This thesis covers the electronic system level (ESL) design of embedded systems motivated by the practical relevance of these systems. Thereby, the design concepts have been extended according to the state of the art addressing an early design stage. This includes a new methodology, new models, and new methods aiming at an improved time, quality, and cost for the design of embedded systems. A special focus is set to the future many-core system-on-chips (SoCs) composed of clusters, where each cluster represents a set of heterogeneous intellectual property (IP) cores. The developed methodology realizes a more systematic ESL design. Moreover, the implemented system functions are inter-dependent and integrated in the system models. Principally, a separation into computation resources, data logistic resources, and resource management is followed. In addition, the developed design methods solve complex design problems of the targeted many-core SoCs. A new programming language for the design automation is also deployed in the course of this thesis. It allows to develop, manage, and optimize design flows. Finally, the contributions of this thesis are demonstrated in a case study for the heterogeneous multicluster architecture.
The First part of this thesis introduces the new concept of an executable design flow and describes a unified methodology for the systematic development of design fows. A First example illustrates the functional design of a digital Filter. Then, the modeling of systems and design flows is unified. It is shown that domain-specific design flows can also be derived from a unified abstract design flow model. The λ-chart, proposed in this thesis, represents a flow model for the ESL design of many-core SoCs. Moreover, the developed system functions of the targeted many-core SoCs are presented to be further integrated in the simulation models. In this context, two new schemes for the fair arbitration of link bandwidth in a network-on-chip have been developed. Another important contribution concerns the introduction of several design methods solving the design problems of the many-core SoCs. This includes two estimation techniques and several formulations of optimization problems via mixed-integer linear programming
and genetic algorithms.
Further important contributions relate to new automation features for ESL design. The presented programming language allows for developing design flows in terms of a computer program, used by the introduced automation tools. In addition, the simulation models, design methods, and automation functions are accessible for a wider community via a development framework. An integrated development environment combines the development of design flows with the available solutions of the design problems.

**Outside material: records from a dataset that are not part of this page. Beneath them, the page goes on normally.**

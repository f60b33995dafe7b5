import { describe, expect, it } from 'vitest';
import { sampleSizeCodeLetter, singleSamplingPlan, tablePlan } from './plan';
import {
  AQLS,
  INSPECTION_LEVELS,
  MASTER_TABLES,
  REDUCED_SAMPLE_SIZES,
  SAMPLE_SIZES,
} from './tables';

describe('sampleSizeCodeLetter (MIL-STD-105E Table I)', () => {
  it('gives H for lots of 281–500 and F for 91–150 at general level II', () => {
    expect(sampleSizeCodeLetter(281)).toBe('H');
    expect(sampleSizeCodeLetter(500)).toBe('H');
    expect(sampleSizeCodeLetter(91)).toBe('F');
    expect(sampleSizeCodeLetter(150)).toBe('F');
    expect(sampleSizeCodeLetter(151)).toBe('G');
  });

  it('reads every level of the 501–1200 row: C C E F | G J K', () => {
    expect(INSPECTION_LEVELS.map((level) => sampleSizeCodeLetter(1000, level))).toEqual([
      'C',
      'C',
      'E',
      'F',
      'G',
      'J',
      'K',
    ]);
  });

  it('reads the first and last rows', () => {
    expect(INSPECTION_LEVELS.map((level) => sampleSizeCodeLetter(2, level))).toEqual([
      'A',
      'A',
      'A',
      'A',
      'A',
      'A',
      'B',
    ]);
    expect(INSPECTION_LEVELS.map((level) => sampleSizeCodeLetter(600_000, level))).toEqual([
      'D',
      'E',
      'H',
      'K',
      'N',
      'Q',
      'R',
    ]);
    expect(sampleSizeCodeLetter(10_000)).toBe('L');
    expect(sampleSizeCodeLetter(10_001)).toBe('M');
  });

  it('rejects lot sizes that are not positive integers and unknown levels', () => {
    expect(() => sampleSizeCodeLetter(0)).toThrow(RangeError);
    expect(() => sampleSizeCodeLetter(12.5)).toThrow(RangeError);
    expect(() => sampleSizeCodeLetter(100, 'IV' as never)).toThrow(RangeError);
  });
});

describe('singleSamplingPlan, normal inspection (MIL-STD-105E Table II-A)', () => {
  it('gives H: n = 50, Ac 3, Re 4 at AQL 2.5 for a lot of 400', () => {
    expect(singleSamplingPlan(400, 2.5)).toMatchObject({
      codeLetter: 'H',
      sampleSize: 50,
      accept: 3,
      reject: 4,
    });
  });

  it('gives F: n = 20, Ac 1, Re 2 at AQL 2.5 for a lot of 120', () => {
    expect(singleSamplingPlan(120, 2.5)).toMatchObject({
      codeLetter: 'F',
      sampleSize: 20,
      accept: 1,
      reject: 2,
    });
  });

  it('reads the J row (n = 80) across AQL 0.65–6.5: 1/2, 2/3, 3/4, 5/6, 7/8, 10/11', () => {
    const row = [0.65, 1.0, 1.5, 2.5, 4.0, 6.5].map((aql) => {
      const plan = singleSamplingPlan(1000, aql);
      return [plan.sampleSize, plan.accept, plan.reject];
    });
    expect(row).toEqual([
      [80, 1, 2],
      [80, 2, 3],
      [80, 3, 4],
      [80, 5, 6],
      [80, 7, 8],
      [80, 10, 11],
    ]);
  });

  it('reads the L row (n = 200): 5/6 at 1.0, 10/11 at 2.5, 14/15 at 4.0, 21/22 at 6.5', () => {
    expect([1.0, 2.5, 4.0, 6.5].map((aql) => singleSamplingPlan(5000, aql).accept)).toEqual([
      5, 10, 14, 21,
    ]);
  });

  it('follows the arrows: F at AQL 1.0 goes up to E (13, 0/1), at 1.5 down to G (32, 1/2)', () => {
    expect(singleSamplingPlan(120, 1.0)).toMatchObject({
      lotCodeLetter: 'F',
      codeLetter: 'E',
      sampleSize: 13,
      accept: 0,
      reject: 1,
    });
    expect(singleSamplingPlan(120, 1.5)).toMatchObject({
      lotCodeLetter: 'F',
      codeLetter: 'G',
      sampleSize: 32,
      accept: 1,
      reject: 2,
    });
    // The accept number of the table tops out at 21 for AQLs up to 10.
    expect(singleSamplingPlan(5000, 10)).toMatchObject({
      codeLetter: 'K',
      sampleSize: 125,
      accept: 21,
    });
  });

  it('never samples more than the lot: the whole lot is inspected with the same numbers', () => {
    // Lot of 3 → A; at AQL 10 the arrow leads to C (n = 5, 1/2).
    expect(singleSamplingPlan(3, 10)).toMatchObject({
      sampleSize: 3,
      accept: 1,
      reject: 2,
      hundredPercent: true,
    });
    expect(singleSamplingPlan(15, 0.65)).toMatchObject({
      sampleSize: 15,
      accept: 0,
      reject: 1,
      hundredPercent: true,
    });
    expect(singleSamplingPlan(400, 2.5).hundredPercent).toBe(false);
  });

  it('uses other inspection levels', () => {
    expect(singleSamplingPlan(400, 2.5, { level: 'I' })).toMatchObject({
      codeLetter: 'F',
      sampleSize: 20,
      accept: 1,
    });
    expect(singleSamplingPlan(400, 2.5, { level: 'III' })).toMatchObject({
      codeLetter: 'J',
      sampleSize: 80,
      accept: 5,
    });
  });

  it('rejects an AQL that is not a column of the table', () => {
    expect(() => singleSamplingPlan(400, 3)).toThrow(RangeError);
    expect(() => singleSamplingPlan(400, 15)).toThrow(RangeError);
  });
});

describe('singleSamplingPlan, tightened (Table II-B) and reduced (Table II-C)', () => {
  it('tightens J at AQL 2.5 to 3/4 and H to 2/3, with the normal sample sizes', () => {
    expect(singleSamplingPlan(1000, 2.5, { severity: 'tightened' })).toMatchObject({
      sampleSize: 80,
      accept: 3,
      reject: 4,
    });
    expect(singleSamplingPlan(400, 2.5, { severity: 'tightened' })).toMatchObject({
      sampleSize: 50,
      accept: 2,
      reject: 3,
    });
  });

  it('reaches the tightened-only letter S (n = 3150) at AQL 0.025', () => {
    expect(tablePlan('tightened', 'R', 0.025)).toEqual({
      codeLetter: 'S',
      sampleSize: 3150,
      accept: 1,
      reject: 2,
    });
  });

  it('reduces J at AQL 2.5 to n = 32, Ac 2, Re 5 and H to n = 20, 1/4', () => {
    expect(singleSamplingPlan(1000, 2.5, { severity: 'reduced' })).toMatchObject({
      sampleSize: 32,
      accept: 2,
      reject: 5,
    });
    expect(singleSamplingPlan(400, 2.5, { severity: 'reduced' })).toMatchObject({
      sampleSize: 20,
      accept: 1,
      reject: 4,
    });
  });

  it('finds a plan in every cell, and the tables keep their shape', () => {
    for (const severity of ['normal', 'tightened', 'reduced'] as const) {
      const sizes = severity === 'reduced' ? REDUCED_SAMPLE_SIZES : SAMPLE_SIZES;
      for (const letter of 'ABCDEFGHJKLMNPQR') {
        let previous = -1;
        for (const aql of AQLS) {
          const plan = tablePlan(severity, letter, aql);
          expect(plan.sampleSize).toBe(sizes[plan.codeLetter]);
          expect(plan.reject).toBeGreaterThan(plan.accept);
          // At a fixed sample size, a looser AQL never accepts fewer.
          if (plan.codeLetter === letter) {
            expect(plan.accept).toBeGreaterThanOrEqual(previous);
            previous = plan.accept;
          }
          if (severity === 'tightened' && plan.codeLetter !== 'S') {
            const normal = tablePlan('normal', plan.codeLetter, aql);
            if (normal.codeLetter === plan.codeLetter)
              expect(plan.accept).toBeLessThanOrEqual(normal.accept);
          }
        }
      }
    }
    expect(MASTER_TABLES.tightened.letters).toContain('S');
  });
});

In the final part of this thesis, a case study of the heterogeneous multicluster architecture demonstrates the usage of the ESL design methodology, simulation models, and design methods under realistic conditions. First, the focus is on the search of suitable input parameters of the design methods. Then, a systematic dimensioning of the multicluster architecture will be applied in terms of the necessary computation resources. Thereafter, an adequate interconnect topology is generated. This allows to compare the available arbitration schemes concerning their impact on the system performance. In addition, a performance evaluation of several estimators of cluster load is applied. The case study shows that the design flow of future many-core SoCs includes various complex design problems. They can be effciently solved through an ESL design avoiding the time-consuming simulations at a lower abstraction level, such as register-transfer level.